The system that underlies all of these problems is the system through which life in society is structured, the system of capitalism.  Capitalism is at base a manipulative, exploitative and extractive system—absent of moral precepts. Accordingly, to the capitalist everything in Nature as well as Nature itself is an object to exploit and commodify for profit. Further, for its continued existence it must ensure having, in sufficient number, an insecure and vulnerable population and sufficient natural resources to manipulate, exploit and extract for material gain. Why insecure and vulnerable? Those who aren’t either would never comply with what capitalism requires.  Why only material value? Everything (people, Nature) is an object with no intrinsic/inherent value: the only value is that which is useful for economic exchange/gain.  To adherents of  capitalism there is no value other than material value.

 

Dissolve the System

What’s needed is problem dissolution not problem resolution. The difference is that dissolution necessitates a complete re-creation/re-design/transmutation of the causal system—the system of causes of the experiences we have—not merely a tweaking of or change in the system. In the former the problem itself is removed/eliminated, whereas in the latter the underlying problem—which is the capitalist system itself–is still present and operating and thus continues with its manipulative, exploitative and extractive processes. It continues objectifying and commodifying life itself, and thus diminishing the viability humankind.

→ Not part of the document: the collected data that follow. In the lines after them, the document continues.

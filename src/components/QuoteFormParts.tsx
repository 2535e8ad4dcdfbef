/** Pieces shared by the quote enquiry and the Studio's answer: labelled fields, a count box, a term chooser. */
import { useEffect, useId, useState, type ReactNode } from 'react';
import type { FieldValues, Path, UseFormSetError } from 'react-hook-form';

export interface ApiError { code: string; message: string; fields?: Record<string, string> }

/** POSTs JSON; any failure (offline, 4xx, 5xx) comes back as an ApiError with words for people. */
export async function postJson<T>(url: string, body: unknown): Promise<{ ok: true; data: T } | { ok: false; error: ApiError }> {
  let response: Response;
  try {
    response = await fetch(url, { method: 'POST', headers: { 'Content-Type': 'application/json' }, body: JSON.stringify(body) });
  } catch {
    return { ok: false, error: { code: 'offline', message: 'The shop could not be reached. Check the connection and try again.' } };
  }
  const json = await response.json().catch(() => null);
  if (response.ok) return { ok: true, data: json as T };
  return { ok: false, error: (json?.error as ApiError | undefined) ?? { code: 'server_error', message: `The shop answered ${response.status}.` } };
}

/** Puts the server's per-field messages beside the fields; returns the message for the whole form. */
export function showServerErrors<T extends FieldValues>(error: ApiError, setError: UseFormSetError<T>, fieldNames: readonly string[]): string {
  const fields = Object.entries(error.fields ?? {});
  for (const [name, message] of fields) if (fieldNames.includes(name)) setError(name as Path<T>, { type: 'server', message });
  return fields.length && fields.every(([name]) => fieldNames.includes(name)) ? 'Check the marked fields.' : error.message;
}

export type FieldIds = { id: string; 'aria-describedby'?: string; 'aria-invalid': boolean };

export function Field(props: { label: string; optional?: boolean; error?: string; hint?: ReactNode; className?: string; children: (ids: FieldIds) => ReactNode }) {
  const id = useId();
  const hintId = props.hint ? `${id}-hint` : undefined;
  const errorId = props.error ? `${id}-error` : undefined;
  const describedBy = [hintId, errorId].filter(Boolean).join(' ') || undefined;
  return (
    <div className={props.className}>
      <label htmlFor={id} className="mb-1 block text-sm font-medium">
        {props.label}
        {props.optional && <span className="font-normal text-ink-soft"> (optional)</span>}
      </label>
      {props.children({ id, 'aria-describedby': describedBy, 'aria-invalid': Boolean(props.error) })}
      {props.hint && <p id={hintId} className="mt-1 text-xs text-ink-soft">{props.hint}</p>}
      {props.error && <p id={errorId} className="mt-1 text-xs text-ember">{props.error}</p>}
    </div>
  );
}

/** A whole number, or null when left empty; anything else is NaN so the schema names the mistake. */
export function parseCount(text: string): number | null {
  const t = text.trim().replace(/[ ,_]/g, '');
  if (t === '') return null;
  return /^\d+$/.test(t) ? Number(t) : Number.NaN;
}

/** A text box for an optional whole number (print run, cap). */
export function CountInput(props: FieldIds & { value: number | null; onChange: (value: number | null) => void; onBlur: () => void; placeholder?: string }) {
  const { value, onChange, onBlur, placeholder, ...ids } = props;
  const [text, setText] = useState(() => (value == null || Number.isNaN(value) ? '' : String(value)));
  useEffect(() => {
    // Follow outside changes (a reset), not the echo of what was just typed.
    const typed = parseCount(text);
    if (typed !== value && !(Number.isNaN(typed as number) && Number.isNaN(value as number))) setText(value == null || Number.isNaN(value) ? '' : String(value));
  }, [value]);
  return (
    <input
      {...ids}
      type="text"
      inputMode="numeric"
      autoComplete="off"
      className="field tabular-nums"
      placeholder={placeholder}
      value={text}
      onChange={(e) => {
        setText(e.target.value);
        onChange(parseCount(e.target.value));
      }}
      onBlur={onBlur}
    />
  );
}

/** A term in months, or no end date. */
export function TermInput(props: FieldIds & { value: number | null; onChange: (value: number | null) => void; onBlur: () => void }) {
  const { value, onChange, onBlur, ...ids } = props;
  const [months, setMonths] = useState(() => (value == null ? '12' : String(value)));
  const perpetual = value === null;
  return (
    <div className="flex flex-wrap items-center gap-x-4 gap-y-2">
      <span className="flex items-center gap-2">
        <input
          {...ids}
          type="text"
          inputMode="numeric"
          autoComplete="off"
          className="field w-24 tabular-nums disabled:opacity-50"
          value={perpetual ? '' : months}
          disabled={perpetual}
          onChange={(e) => {
            setMonths(e.target.value);
            const n = parseCount(e.target.value);
            onChange(n ?? Number.NaN);
          }}
          onBlur={onBlur}
        />
        <span className="text-sm text-ink-soft">months</span>
      </span>
      <label className="flex items-center gap-2 text-sm">
        <input
          type="checkbox"
          className="accent-[rgb(var(--ember))]"
          checked={perpetual}
          onChange={(e) => onChange(e.target.checked ? null : parseCount(months) ?? Number.NaN)}
        />
        No end date
      </label>
    </div>
  );
}

export function Notice({ tone, children }: { tone: 'ok' | 'error'; children: ReactNode }) {
  return (
    <div role={tone === 'error' ? 'alert' : 'status'} className={`rounded-sm border ${tone === 'ok' ? 'border-rule' : 'border-ember'} bg-paper-raised p-3 text-sm`}>
      {children}
    </div>
  );
}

In capitalism, labor serves capital and by extension so too does society. That is, inherent in the capitalist system is the notion that the society serves the economy—it is god-like.  Why demand a re-opening of the economy during a very dangerous and easily transmittable virus?  Why place material gain over the health and well-being of people (a.k.a. employees, customers, consumers, citizens)? Why do the business-minded, the captains of business and industry, want legal protection against liability for putting people as risk as the coronavirus continues to move throughout society? Why would the business minded place the concern of the economy and the corporation over the rights of people?  Why are the externalities (i.e. external costs of business conduct) not incurred by business but left for society to pay? Here, the cost is not only in terms of dollars and cents but also in terms of the health and well-being of people, if not human existence itself?

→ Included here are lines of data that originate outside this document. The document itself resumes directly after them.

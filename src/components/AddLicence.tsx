import { addLicence, cart } from '~/stores/cart';
import { useHydrated, useStoreAfterHydration } from './useAfterHydration';

type Props = { workId: number; tierId: number; tierName: string };

/** Puts one licence tier for one work in the cart; a licence is bought once per cart. */
export default function AddLicence({ workId, tierId, tierName }: Props) {
  const lines = useStoreAfterHydration(cart, []);
  // Until the island hydrates the button is the server's copy: a click there would be lost.
  const hydrated = useHydrated();
  const inCart = lines.some((l) => l.kind === 'licence' && l.workId === workId && l.tierId === tierId);
  return inCart ? (
    <a href="/cart" className="btn-quiet no-underline" data-testid={`licence-in-cart-${tierId}`}>In the cart · view</a>
  ) : (
    <button type="button" className="btn-primary" disabled={!hydrated} data-ready={hydrated ? 'true' : undefined} onClick={() => addLicence(workId, tierId)} aria-label={`Add the ${tierName} licence to the cart`} data-testid={`add-licence-${tierId}`}>
      Add licence
    </button>
  );
}
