import { useMemo, useState } from 'react';
import { formatMoney, parseMajorUnits, toMajorUnitsText } from '~/lib/money';
import { REFUND_REASONS, type RefundReason } from '~/lib/refund-schemas';

export interface RefundablePart {
  /** null = shipping */
  lineId: number | null;
  label: string;
  /** What refunding all that is left takes back, in words ("the licence is revoked"). */
  consequence: string | null;
  refundable: number;
}

type Props = { number: string; currency: string; parts: RefundablePart[] };

type Choice = { on: boolean; amount: string };

function newKey(): string {
  return crypto.randomUUID();
}

/**
 * Dispatch's refund form: whole order or chosen lines (with an amount each), a reason, a review step,
 * then one request whose idempotency key is made when the form opens, so a repeated click or a retry
 * after a network failure can never refund twice.
 */
export default function RefundPanel({ number, currency, parts }: Props) {
  const [open, setOpen] = useState(false);
  const [choices, setChoices] = useState<Choice[]>(() => parts.map((p) => ({ on: false, amount: toMajorUnitsText(p.refundable, currency) })));
  const [reason, setReason] = useState<RefundReason>('requested_by_customer');
  const [note, setNote] = useState('');
  const [reviewing, setReviewing] = useState(false);
  const [busy, setBusy] = useState(false);
  const [error, setError] = useState<string | null>(null);
  const [done, setDone] = useState<string | null>(null);
  const [key, setKey] = useState(newKey);

  const money = (n: number) => formatMoney(n, currency);
  const parsed = useMemo(() => choices.map((c, i) => {
    if (!c.on) return { amount: 0, problem: null as string | null };
    const amount = parseMajorUnits(c.amount, currency);
    const max = parts[i]!.refundable;
    if (amount === null || amount < 1) return { amount: 0, problem: 'Type an amount, e.g. ' + toMajorUnitsText(max, currency) };
    if (amount > max) return { amount: 0, problem: `At most ${money(max)}` };
    return { amount, problem: null };
  }), [choices, currency, parts]);
  const total = parsed.reduce((sum, p) => sum + p.amount, 0);
  const chosen = choices.some((c) => c.on);
  const valid = chosen && parsed.every((p) => p.problem === null) && total > 0;
  const whole = parts.every((p, i) => p.refundable === 0 || (choices[i]!.on && parsed[i]!.amount === p.refundable));

  const set = (i: number, change: Partial<Choice>) => {
    setChoices((all) => all.map((c, j) => (j === i ? { ...c, ...change } : c)));
    setReviewing(false);
    // A different request deserves a different key; the same one resent keeps its key.
    setKey(newKey());
  };

  async function submit() {
    setBusy(true);
    setError(null);
    const items = parts.flatMap((p, i) => (choices[i]!.on ? [{ lineId: p.lineId, amount: parsed[i]!.amount }] : []));
    const body = whole ? { idempotencyKey: key, reason, note, whole: true } : { idempotencyKey: key, reason, note, items };
    try {
      const response = await fetch(`/api/dispatch/orders/${encodeURIComponent(number)}/refunds`, {
        method: 'POST', headers: { 'Content-Type': 'application/json' }, body: JSON.stringify(body),
      });
      const answer = await response.json().catch(() => null);
      if (!response.ok) {
        setError(answer?.error?.message ?? `The shop answered ${response.status}.`);
        setBusy(false);
        return;
      }
      setDone(`Refund of ${money(answer.amount)} sent to the payment service. This page updates when it is confirmed.`);
      await waitForSettlement();
    } catch {
      // The key stays the same, so pressing again finishes this refund rather than making another.
      setError('The shop could not be reached. Press the button again: the same refund is sent, never a second one.');
      setBusy(false);
    }
  }

  async function waitForSettlement() {
    for (let attempt = 0; attempt < 40; attempt++) {
      await new Promise((r) => setTimeout(r, 500));
      const response = await fetch(`/api/dispatch/orders/${encodeURIComponent(number)}`);
      if (!response.ok) continue;
      const order = (await response.json()) as { refunds: { status: string }[] };
      if (order.refunds.every((r) => r.status !== 'pending')) break;
    }
    window.location.reload();
  }

  if (parts.every((p) => p.refundable === 0)) return <p className="text-ink-soft">Nothing is left to refund.</p>;
  if (!open) return <button type="button" className="btn-quiet" onClick={() => setOpen(true)}>Refund…</button>;

  return (
    <form className="space-y-4" data-testid="refund-panel" onSubmit={(e) => { e.preventDefault(); if (reviewing) void submit(); else if (valid) setReviewing(true); }}>
      <fieldset className="space-y-3">
        <legend className="mb-1 text-sm font-medium">What to refund</legend>
        {parts.map((p, i) => (
          <div key={p.lineId ?? 'shipping'} className={p.refundable === 0 ? 'opacity-50' : ''}>
            <label className="flex items-start gap-2 text-sm">
              <input type="checkbox" className="mt-1" disabled={p.refundable === 0 || busy} checked={choices[i]!.on} onChange={(e) => set(i, { on: e.target.checked })} />
              <span>
                {p.label}
                <span className="block text-xs text-ink-soft">{p.refundable === 0 ? 'Nothing left to refund' : `Up to ${money(p.refundable)}`}</span>
              </span>
            </label>
            {choices[i]!.on && (
              <div className="ml-6 mt-1">
                <label className="block text-xs">
                  <span className="sr-only">Amount for {p.label}</span>
                  <input className="field w-32 tabular-nums" inputMode="decimal" value={choices[i]!.amount} disabled={busy} aria-invalid={parsed[i]!.problem ? true : undefined} onChange={(e) => set(i, { amount: e.target.value })} /> <span className="text-ink-soft">{currency}</span>
                </label>
                {parsed[i]!.problem && <p className="text-xs text-ember">{parsed[i]!.problem}</p>}
                {p.consequence && parsed[i]!.amount === p.refundable && <p className="text-xs text-ink-soft">Refunded in full: {p.consequence}.</p>}
              </div>
            )}
          </div>
        ))}
        <button type="button" className="text-xs underline" disabled={busy} onClick={() => { setChoices(parts.map((p) => ({ on: p.refundable > 0, amount: toMajorUnitsText(p.refundable, currency) }))); setReviewing(false); setKey(newKey()); }}>
          Choose everything left
        </button>
      </fieldset>
      <label className="block text-sm">
        <span className="mb-1 block">Reason</span>
        <select className="field" value={reason} disabled={busy} onChange={(e) => { setReason(e.target.value as RefundReason); setReviewing(false); setKey(newKey()); }}>
          {Object.entries(REFUND_REASONS).map(([value, label]) => <option key={value} value={value}>{label}</option>)}
        </select>
      </label>
      <label className="block text-sm">
        <span className="mb-1 block">Note for the buyer (optional)</span>
        <textarea className="field" rows={2} maxLength={500} value={note} disabled={busy} onChange={(e) => { setNote(e.target.value); setReviewing(false); setKey(newKey()); }} />
      </label>
      {reviewing && (
        <p className="rounded-sm border border-ember p-3 text-sm" data-testid="refund-review">
          Refund <strong>{money(total)}</strong> to the buyer’s card{whole ? ' — the whole order' : ''}? This cannot be undone.
        </p>
      )}
      <div className="flex flex-wrap gap-2">
        <button type="submit" className="btn-primary" disabled={!valid || busy}>{reviewing ? `Refund ${money(total)}` : 'Review refund'}</button>
        <button type="button" className="btn-quiet" disabled={busy} onClick={() => { setOpen(false); setReviewing(false); }}>Cancel</button>
      </div>
      {error && <p role="alert" className="text-sm text-ember">{error}</p>}
      {done && <p role="status" className="text-sm">{done}</p>}
    </form>
  );
}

The answer to these questions rests in the maxim that ensuring the profitability of the corporation outweighs sustaining the viability of life itself. When presented unquestionable (scientific) evidence that conducting business as usual intensifies our problems, it is suicidal to continue to do so. It is the kind of behavior you’d expect from an addict!

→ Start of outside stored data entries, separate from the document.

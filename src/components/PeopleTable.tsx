import { useState } from 'react';
import { QueryClient, QueryClientProvider, useMutation, useQuery, useQueryClient } from '@tanstack/react-query';
import { ROLES, type Role } from '~/lib/roles';
import type { PersonChange, PersonRow } from '~/lib/people-schemas';

const ROLE_LABEL: Record<Role, string> = { buyer: 'Buyer', photographer: 'Photographer', admin: 'Admin' };

async function json<T>(response: Response): Promise<T> {
  const body = await response.json().catch(() => null);
  if (!response.ok) throw new Error(body?.error?.message ?? `The shop answered ${response.status}.`);
  return body as T;
}

export default function PeopleTable({ selfId }: { selfId: string }) {
  const [client] = useState(() => new QueryClient({ defaultOptions: { queries: { refetchOnWindowFocus: false } } }));
  return (
    <QueryClientProvider client={client}>
      <People selfId={selfId} />
    </QueryClientProvider>
  );
}

function People({ selfId }: { selfId: string }) {
  const queryClient = useQueryClient();
  const [filter, setFilter] = useState('');
  const people = useQuery({ queryKey: ['people'], queryFn: async () => (await json<{ people: PersonRow[] }>(await fetch('/api/dispatch/people'))).people });
  const change = useMutation({
    mutationFn: async ({ id, change }: { id: string; change: PersonChange }) =>
      json<{ person: PersonRow }>(await fetch(`/api/dispatch/people/${encodeURIComponent(id)}`, {
        method: 'PATCH', headers: { 'Content-Type': 'application/json' }, body: JSON.stringify(change),
      })),
    onSuccess: () => queryClient.invalidateQueries({ queryKey: ['people'] }),
  });

  if (people.isPending) return <p className="text-ink-soft">Loading accounts…</p>;
  if (people.isError) return <p role="alert">{people.error.message}</p>;
  const q = filter.trim().toLowerCase();
  const rows = people.data.filter((p) => !q || p.email.toLowerCase().includes(q) || p.name.toLowerCase().includes(q));

  return (
    <div>
      <label className="mb-4 block max-w-sm">
        <span className="eyebrow mb-1 block">Find</span>
        <input className="field" type="search" value={filter} onChange={(e) => setFilter(e.target.value)} placeholder="name or e-mail" />
      </label>
      {change.isError && <p role="alert" className="mb-3 rounded-sm border border-ember px-3 py-2 text-sm">{change.error.message}</p>}
      <div className="overflow-x-auto">
        <table className="w-full text-left text-sm">
          <thead className="border-b border-rule text-xs uppercase tracking-wide text-ink-soft">
            <tr><th className="py-2 pr-4">Name</th><th className="pr-4">E-mail</th><th className="pr-4">Role</th><th className="pr-4">Status</th><th className="pr-4">Sessions</th><th /></tr>
          </thead>
          <tbody className="divide-y divide-rule">
            {rows.map((p) => (
              <tr key={p.id} data-testid={`person-${p.email}`}>
                <td className="py-2 pr-4"><a href={`/dispatch/people/${encodeURIComponent(p.id)}`}>{p.name}</a>{p.id === selfId && <span className="ml-2 text-xs text-ink-soft">(you)</span>}</td>
                <td className="pr-4">{p.email}{!p.emailVerified && <span className="ml-2 text-xs text-ink-soft">unconfirmed</span>}</td>
                <td className="pr-4">
                  <select
                    className="field w-auto py-1"
                    aria-label={`Role of ${p.email}`}
                    value={p.role}
                    disabled={change.isPending || p.id === selfId}
                    onChange={(e) => change.mutate({ id: p.id, change: { role: e.target.value as Role } })}
                  >
                    {ROLES.map((r) => <option key={r} value={r}>{ROLE_LABEL[r]}</option>)}
                  </select>
                </td>
                <td className="pr-4">{p.disabled ? <span className="text-ember">Disabled</span> : 'Active'}</td>
                <td className="pr-4 tabular-nums">{p.activeSessions}</td>
                <td className="py-2 text-right">
                  {p.id !== selfId && (
                    <button
                      type="button"
                      className="btn-quiet py-1"
                      disabled={change.isPending}
                      onClick={() => change.mutate({ id: p.id, change: { disabled: !p.disabled } })}
                    >
                      {p.disabled ? 'Enable' : 'Disable'}
                    </button>
                  )}
                </td>
              </tr>
            ))}
          </tbody>
        </table>
      </div>
      <p className="mt-4 text-xs text-ink-soft">Disabling an account signs it out everywhere at once; it can no longer sign in until enabled again.</p>
    </div>
  );
}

As long as people hide behind institutional or corporate interests, they feel that all responsibility lies elsewhere, and not within them.  They feel absolved of responsibility and yet, at the same time, feel compelled to conduct themselves in accordance with the rules of the economic system and its affiliated organizations.  The greater good will only be served when people feel it is their human responsibility to awaken to their ‘I’/’We’ nature; and this is unlikely to happen in an egocentric society.  When the egocentrism supplants authenticity and material value supplants human value then the economy serves only itself, not humankind.

Morality Please

With business-as-usual continuing in spite of its negative effects on the viability of life, what if we defunded capitalism?  We all have a right to life, but not a right to material gain/profit! Yet capitalistic society is structured as if the latter is what matters, and especially, if not solely, for those already privileged by the system. As long as people subordinate their will to an outside authority–as long as they conform to the irrational system–there can be no justice, no freedom, and no human progress. Morality is not contrary to sustaining our viability as a society—let alone as a species—it’s foundational to it.